The crisp heuristic:

  • Flat RAG — the answer is contained in a small set of passages. The default. Do not move off it without evidence.
  • Iterative multi-hop (no precomputed graph) — some queries need traversal, but they are a minority and the corpus changes often. Pay the cost at query time, per question.
  • GraphRAG (precomputed graph) — global/thematic or dense multi-hop queries are a sustained share of traffic, the corpus is large and relatively stable, and you have measured that flat retrieval loses real accuracy on them.
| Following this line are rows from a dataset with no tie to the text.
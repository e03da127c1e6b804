import { describe, it, expect } from 'vitest';
import { blockCorrelation, laggedPairs, workingModel, type BlockCorrelation } from '../../src/order/intervals.ts';
import { normalRandom, seededRandom } from '../../src/order/random.ts';

/**
 * The block variance's working model (src/order/intervals.ts; docs/methods.md, "Intervals for order parameters"):
 * block sums y with cov(y) = theta_0 (S_0 + rho_1 S_1 + rho_2 S_2), S_0 = diag(v), v_k = w_k^2 / n_k, S_L = sqrt(v_k v_j)
 * on the pairs of blocks at Chebyshev lag L, residuals e = M y with M = I - w 1' / sum w. References here: dense
 * matrices built in this file from those definitions (factor tr(P) / 1'S1 and Satterthwaite's tr(P)^2 / tr(P^2),
 * P = M S M'; Satterthwaite 1946, Biometrics Bulletin 2:110), Cochran's theorem, and simulation of the model itself.
 */

interface Blocks { w: Float64Array; n: Uint32Array; bx: Int32Array; by: Int32Array }

/** A thin diagonal strip of blocks, as a channel bin crosses the block grid: pieces of unequal size. */
function strip(pieces: number, seed: number, x0 = 0, y0 = 0): Blocks {
  const rand = seededRandom(seed);
  const n = Uint32Array.from({ length: pieces }, () => 1 + Math.floor(340 * rand()));
  return { n, w: Float64Array.from(n), bx: Int32Array.from({ length: pieces }, (_, k) => x0 + k), by: Int32Array.from({ length: pieces }, (_, k) => y0 + Math.floor(k / 2)) };
}

/** The model covariance S as a dense matrix, from the block positions directly. */
function denseS(b: Blocks, rho: BlockCorrelation): number[][] {
  const m = b.w.length, v = Array.from(b.w, (w, k) => (w * w) / b.n[k]);
  return Array.from({ length: m }, (_, i) => Array.from({ length: m }, (_, j) => {
    const dx = Math.abs(b.bx[i] - b.bx[j]), dy = Math.abs(b.by[i] - b.by[j]);
    // Classes: sharing an edge (or one cell), touching at a corner, one block between.
    const r = i === j ? 1 : Math.max(dx, dy) > 2 ? 0 : Math.max(dx, dy) === 2 ? rho.rho[2] : dx + dy === 2 ? rho.rho[1] : rho.rho[0];
    return r * Math.sqrt(v[i] * v[j]);
  }));
}

const mul = (A: number[][], B: number[][]) => A.map((row) => B[0].map((_, j) => row.reduce((s, a, k) => s + a * B[k][j], 0)));
const trace = (A: number[][]) => A.reduce((s, row, i) => s + row[i], 0);

function cholesky(S: number[][]): number[][] {
  const m = S.length, L = S.map(() => new Array<number>(m).fill(0));
  for (let i = 0; i < m; i++) for (let j = 0; j <= i; j++) {
    let s = S[i][j];
    for (let k = 0; k < j; k++) s -= L[i][k] * L[j][k];
    if (i === j) { if (!(s > 0)) throw new Error('not positive definite'); L[i][i] = Math.sqrt(s); } else L[i][j] = s / L[j][j];
  }
  return L;
}

describe('working model of the block variance', () => {
  it('gives the dense-matrix factor tr(P) / 1\'S1 and dof tr(P)^2 / tr(P^2) on strips of blocks', () => {
    for (const [pieces, seed, rho] of [[11, 7, { rho: [0.3, 0.18, 0.1] }], [16, 8, { rho: [0.5, 0.3, 0] }], [30, 9, { rho: [0.2, 0.12, 0.2] }]] as const) {
      const b = strip(pieces, seed);
      const S = denseS(b, rho), m = pieces, W = b.w.reduce((a, c) => a + c, 0);
      const M = Array.from({ length: m }, (_, i) => Array.from({ length: m }, (_, j) => (i === j ? 1 : 0) - b.w[i] / W));
      const Mt = M[0].map((_, j) => M.map((row) => row[j]));
      const P = mul(mul(M, S), Mt);
      const s = S.flat().reduce((a, c) => a + c, 0);
      const got = workingModel(b.w, b.n, laggedPairs(b), rho);
      expect(got.factor).toBeCloseTo(trace(P) / s, 10);
      expect(got.dof).toBeCloseTo(trace(P) ** 2 / trace(mul(P, P)), 8);
    }
  });

  it('gives the dense-matrix factor and dof with strata (residuals about each stratum\'s own ratio)', () => {
    for (const [pieces, seed, rho, H] of [[12, 17, { rho: [0.3, 0.18, 0.1] }, 3], [20, 18, { rho: [0.5, 0.3, 0.2] }, 4]] as const) {
      const b = strip(pieces, seed), m = pieces;
      const strata = Int32Array.from({ length: m }, (_, k) => Math.floor((k * H) / m));
      const S = denseS(b, rho);
      const W = Array.from({ length: H }, (_, g) => b.w.reduce((a, c, k) => a + (strata[k] === g ? c : 0), 0));
      // M = I - sum_h w_h 1_h' / W_h.
      const M = Array.from({ length: m }, (_, i) => Array.from({ length: m }, (_, j) => (i === j ? 1 : 0) - (strata[i] === strata[j] ? b.w[i] / W[strata[i]] : 0)));
      const Mt = M[0].map((_, j) => M.map((row) => row[j]));
      const P = mul(mul(M, S), Mt);
      const s = S.flat().reduce((a, c) => a + c, 0);
      const got = workingModel(b.w, b.n, laggedPairs(b), rho, strata);
      expect(got.factor).toBeCloseTo(trace(P) / s, 10);
      expect(got.dof).toBeCloseTo(trace(P) ** 2 / trace(mul(P, P)), 8);
      expect(workingModel(b.w, b.n, laggedPairs(b), rho, strata, false).factor).toBeCloseTo(trace(P) / s, 10);
    }
  });

  it('makes e\'e / factor an unbiased variance of sum y under its model (simulated)', () => {
    const b = strip(14, 21), rho = { rho: [0.35, 0.21, 0.1] };
    const S = denseS(b, rho), L = cholesky(S), m = b.w.length, W = b.w.reduce((a, c) => a + c, 0);
    const truth = S.flat().reduce((a, c) => a + c, 0);
    const { factor } = workingModel(b.w, b.n, laggedPairs(b), rho);
    const normal = normalRandom(seededRandom(5));
    let sum = 0;
    const draws = 20_000;
    for (let r = 0; r < draws; r++) {
      const z = Array.from({ length: m }, () => normal());
      const y = L.map((row) => row.reduce((a, l, k) => a + l * z[k], 0));
      const sy = y.reduce((a, c) => a + c, 0);
      sum += y.reduce((a, yk, k) => a + (yk - (b.w[k] * sy) / W) ** 2, 0) / factor;
    }
    // Mean of 20 000 draws: relative standard error about sqrt(2 / (dof draws)) < 1 %.
    expect(sum / draws / truth).toBeGreaterThan(0.97);
    expect(sum / draws / truth).toBeLessThan(1.03);
  });

  it('has m - 1 degrees of freedom and factor (m - 1) / m for m equal, uncorrelated blocks', () => {
    // Cochran's theorem: e'e / v is chi-square with m - 1 degrees of freedom, mean m - 1, while var(sum y) = m v.
    const m = 12, b = { w: new Float64Array(m).fill(100), n: new Uint32Array(m).fill(100), bx: Int32Array.from({ length: m }, (_, k) => 3 * k), by: new Int32Array(m) };
    const got = workingModel(b.w, b.n, laggedPairs(b), { rho: [0.4, 0.24, 0.2] });
    expect(got.dof).toBeCloseTo(m - 1, 9);
    expect(got.factor).toBeCloseTo((m - 1) / m, 12);
  });
});

describe('one stratum', () => {
  it('gives the same factor, dof and correlation by the one-pass path as by the strata path with every block in one stratum', () => {
    // The one-pass path (no strata) and the general one (strata given, all 0) compute the same traces differently.
    for (const [pieces, seed, rho] of [[11, 31, { rho: [0.3, 0.2, 0.1] }], [40, 32, { rho: [0.6, 0.4, 0.25] }]] as const) {
      const b = strip(pieces, seed), zeros = new Int32Array(pieces), model = { rho: [...rho.rho] };
      const one = workingModel(b.w, b.n, laggedPairs(b), model), all = workingModel(b.w, b.n, laggedPairs(b), model, zeros);
      expect(one.factor).toBeCloseTo(all.factor, 12);
      expect(one.dof).toBeCloseTo(all.dof, 9);
      const normal = normalRandom(seededRandom(seed));
      const y = Float64Array.from(b.w, (w, k) => 0.5 * w + (normal() * w) / Math.sqrt(b.n[k]));
      const c1 = blockCorrelation([{ ys: [y], b }]), c2 = blockCorrelation([{ ys: [y], b: { ...b, strata: zeros } }]);
      c1.rho.forEach((x, i) => expect(x).toBeCloseTo(c2.rho[i], 12));
    }
  });
});

describe('pooled block correlation', () => {
  it('recovers the edge, corner and two-apart correlations of simulated strips (method of moments)', () => {
    const rho = { rho: [0.3, 0.18, 0.1] }, normal = normalRandom(seededRandom(11));
    const est: BlockCorrelation[] = [];
    for (let rep = 0; rep < 40; rep++) {
      // Ten strips, side by side four rows apart, correlated within each strip only (as the model takes no pair beyond lag 2).
      const groups = Array.from({ length: 10 }, (_, g) => strip(15, 100 * rep + g, 0, 4 * g));
      const ys = groups.map((b) => {
        const L = cholesky(denseS(b, rho)), z = Array.from(b.w, () => normal());
        return Float64Array.from(L.map((row) => row.reduce((a, l, k) => a + l * z[k], 0)), (x, k) => x + 0.6 * b.w[k]);
      });
      est.push(blockCorrelation(groups.map((b, g) => ({ ys: [ys[g]], b }))));
    }
    const mean = (f: (r: BlockCorrelation) => number) => est.reduce((a, r) => a + f(r), 0) / est.length;
    // 40 repeats of 150 blocks: the mean is within a few hundredths of the construction.
    for (let c = 0; c < 3; c++) expect(Math.abs(mean((r) => r.rho[c]) - rho.rho[c]), `class ${c + 1}`).toBeLessThan(0.04);
    // Uncorrelated strips give about 0 (on average: each estimate is kept at or above 0).
    const flat = Array.from({ length: 40 }, (_, rep) => {
      const groups = Array.from({ length: 10 }, (_, g) => strip(15, 7000 + 100 * rep + g, 0, 4 * g));
      return blockCorrelation(groups.map((b) => ({ ys: [Float64Array.from(b.w, (w, k) => 0.6 * w + (normal() * w) / Math.sqrt(b.n[k]))], b }))).rho[0];
    });
    expect(flat.reduce((a, x) => a + x, 0) / flat.length).toBeLessThan(0.06);
    // With ten groups the estimate carries its leave-one-group-out values (the jackknife behind the degrees of freedom).
    expect(est[0].leaveOneOut?.length).toBe(10);
  });
});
  • Hybrid — the realistic production answer: route flat-answerable queries to the cheap path and only thematic/relational ones into the graph or the iterative loop. Most corpora that warrant a graph still answer the majority of questions without one.

Decide with a query-class audit, not intuition. Sample real queries, label each as passage-local, multi-hop, or thematic, and measure flat-RAG accuracy per class. If the passage-local class dominates and scores well — the common case — you do not need a graph. Build one only for the classes that demonstrably fail, and route everything else around it.